### AIM OF THE TASK
Scan the material below for the string "that", and copy every line where it shows up.

### INFORMATION GIVEN
=-=-=

/* Small value types that every room may use: a number with its uncertainty, and pairs that must not mix.
 * Header only; not for conversions (those live where the scale is known). Sigma is always one standard
 * uncertainty (JCGM 100, 2.3.1), in the same unit as the value. */
#pragma once

typedef struct {
    double value;
    double sigma; /* >= 0; 0 means exact */
} RfValue;

/* A place in the picture: stored pixels, x right, y down, (0, 0) the centre of the top-left stored pixel. */
typedef struct {
    double x, y;
} RfPixel;

/* A place in the cell: metres, x across gravity (positive right when gravity points down), y along gravity. */
typedef struct {
    double x, y;
} RfMetre;
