/* What stood in somebody's file, fit to be repeated in a message: whole characters, none that a terminal would obey, and not
 * more of it than helps. Not for text that is kept. Pure; safe from any thread. */
#pragma once

/* Valid UTF-8 without control characters (each becomes `?`), cut to 60 characters with `...` behind. (returns new) */
char *rf_quoted_text(const char *seen);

=-=-=

### RESPONSE BOX
/* Small value types that every room may use: a number with its uncertainty, and pairs that must not mix.
/* What stood in somebody's file, fit to be repeated in a message: whole characters, none that a terminal would obey, and not
 * more of it than helps. Not for text that is kept. Pure; safe from any thread. */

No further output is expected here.